# Stored data entries
==*==

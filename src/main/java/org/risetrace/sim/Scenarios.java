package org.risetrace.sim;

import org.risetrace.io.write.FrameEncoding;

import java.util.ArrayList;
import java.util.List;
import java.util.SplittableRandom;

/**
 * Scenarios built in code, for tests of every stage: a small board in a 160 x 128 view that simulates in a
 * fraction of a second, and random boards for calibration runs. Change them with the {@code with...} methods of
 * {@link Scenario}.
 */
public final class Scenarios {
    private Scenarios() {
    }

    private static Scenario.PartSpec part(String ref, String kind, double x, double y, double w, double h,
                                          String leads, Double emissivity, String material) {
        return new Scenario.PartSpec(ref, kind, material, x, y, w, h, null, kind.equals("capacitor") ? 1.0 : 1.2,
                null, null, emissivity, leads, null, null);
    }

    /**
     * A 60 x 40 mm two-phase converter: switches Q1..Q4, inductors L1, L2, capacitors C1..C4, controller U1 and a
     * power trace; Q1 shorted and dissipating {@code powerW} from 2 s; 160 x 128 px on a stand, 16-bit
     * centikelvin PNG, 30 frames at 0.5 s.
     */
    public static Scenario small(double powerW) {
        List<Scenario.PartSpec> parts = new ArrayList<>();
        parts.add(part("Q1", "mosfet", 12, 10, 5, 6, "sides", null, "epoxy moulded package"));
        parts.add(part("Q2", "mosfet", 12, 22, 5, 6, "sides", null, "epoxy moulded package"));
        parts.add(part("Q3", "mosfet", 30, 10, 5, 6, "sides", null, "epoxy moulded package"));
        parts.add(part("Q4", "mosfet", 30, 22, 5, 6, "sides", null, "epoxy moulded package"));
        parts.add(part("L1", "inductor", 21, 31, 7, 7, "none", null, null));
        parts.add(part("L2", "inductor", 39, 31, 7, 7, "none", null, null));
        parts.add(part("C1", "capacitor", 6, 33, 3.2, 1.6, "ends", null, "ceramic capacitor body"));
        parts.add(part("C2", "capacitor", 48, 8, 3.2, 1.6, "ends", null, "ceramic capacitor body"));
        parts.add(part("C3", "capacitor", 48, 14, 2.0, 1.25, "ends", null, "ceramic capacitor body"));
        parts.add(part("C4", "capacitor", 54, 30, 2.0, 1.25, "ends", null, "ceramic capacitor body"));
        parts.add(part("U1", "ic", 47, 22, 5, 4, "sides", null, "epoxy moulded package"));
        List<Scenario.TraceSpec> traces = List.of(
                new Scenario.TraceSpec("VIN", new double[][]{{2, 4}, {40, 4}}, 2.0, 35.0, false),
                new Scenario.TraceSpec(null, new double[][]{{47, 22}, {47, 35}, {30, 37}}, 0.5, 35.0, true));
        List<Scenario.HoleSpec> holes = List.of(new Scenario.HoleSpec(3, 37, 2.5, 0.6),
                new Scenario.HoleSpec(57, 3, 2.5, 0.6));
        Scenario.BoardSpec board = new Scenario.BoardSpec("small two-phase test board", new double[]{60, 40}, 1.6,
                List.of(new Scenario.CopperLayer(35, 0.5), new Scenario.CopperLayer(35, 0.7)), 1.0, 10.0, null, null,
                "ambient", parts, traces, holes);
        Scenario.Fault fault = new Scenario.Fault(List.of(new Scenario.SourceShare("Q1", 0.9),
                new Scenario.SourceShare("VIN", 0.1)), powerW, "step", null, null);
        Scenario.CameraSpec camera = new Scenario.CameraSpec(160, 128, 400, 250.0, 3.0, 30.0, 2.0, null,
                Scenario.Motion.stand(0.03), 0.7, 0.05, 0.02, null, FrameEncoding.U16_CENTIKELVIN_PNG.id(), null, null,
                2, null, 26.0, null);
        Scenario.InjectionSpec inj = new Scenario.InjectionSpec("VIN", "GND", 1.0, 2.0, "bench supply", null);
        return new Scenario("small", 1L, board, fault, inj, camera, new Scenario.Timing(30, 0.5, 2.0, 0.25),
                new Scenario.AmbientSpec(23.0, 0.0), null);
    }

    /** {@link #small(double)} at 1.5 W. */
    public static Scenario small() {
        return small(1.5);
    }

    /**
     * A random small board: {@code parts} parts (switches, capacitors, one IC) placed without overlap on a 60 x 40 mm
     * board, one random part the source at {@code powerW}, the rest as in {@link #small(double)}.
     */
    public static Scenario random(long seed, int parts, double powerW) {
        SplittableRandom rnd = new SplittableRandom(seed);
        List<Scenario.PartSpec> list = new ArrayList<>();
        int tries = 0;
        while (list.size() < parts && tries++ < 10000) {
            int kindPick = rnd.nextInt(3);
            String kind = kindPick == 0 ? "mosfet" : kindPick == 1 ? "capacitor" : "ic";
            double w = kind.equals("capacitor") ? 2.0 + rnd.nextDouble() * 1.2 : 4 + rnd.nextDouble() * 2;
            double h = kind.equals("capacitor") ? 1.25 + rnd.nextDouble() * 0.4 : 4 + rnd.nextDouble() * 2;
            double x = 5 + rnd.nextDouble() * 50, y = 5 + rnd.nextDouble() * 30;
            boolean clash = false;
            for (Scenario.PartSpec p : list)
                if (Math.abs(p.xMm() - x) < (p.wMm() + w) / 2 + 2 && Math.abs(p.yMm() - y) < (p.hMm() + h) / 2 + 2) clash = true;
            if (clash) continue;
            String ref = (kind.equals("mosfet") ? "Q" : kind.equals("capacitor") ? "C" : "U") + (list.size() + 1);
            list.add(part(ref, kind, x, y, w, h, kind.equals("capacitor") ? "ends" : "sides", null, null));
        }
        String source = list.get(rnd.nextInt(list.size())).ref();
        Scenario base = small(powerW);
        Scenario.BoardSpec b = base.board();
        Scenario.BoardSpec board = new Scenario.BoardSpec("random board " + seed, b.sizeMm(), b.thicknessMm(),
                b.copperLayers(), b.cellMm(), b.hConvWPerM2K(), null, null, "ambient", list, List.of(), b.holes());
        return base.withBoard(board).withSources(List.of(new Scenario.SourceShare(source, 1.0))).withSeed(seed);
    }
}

==*==

# Prompt
Please retype the top of the data exactly, down to and including the line that holds "private static Scenario.PartSpec", and nothing further.

# Completed task
filename src/main/java/org/risetrace/sim/Scenarios.java
package org.risetrace.sim;

import org.risetrace.io.write.FrameEncoding;

import java.util.ArrayList;
import java.util.List;
import java.util.SplittableRandom;

/**
 * Scenarios built in code, for tests of every stage: a small board in a 160 x 128 view that simulates in a
 * fraction of a second, and random boards for calibration runs. Change them with the {@code with...} methods of
 * {@link Scenario}.
 */
public final class Scenarios {
    private Scenarios() {
    }

    private static Scenario.PartSpec part(String ref, String kind, double x, double y, double w, double h,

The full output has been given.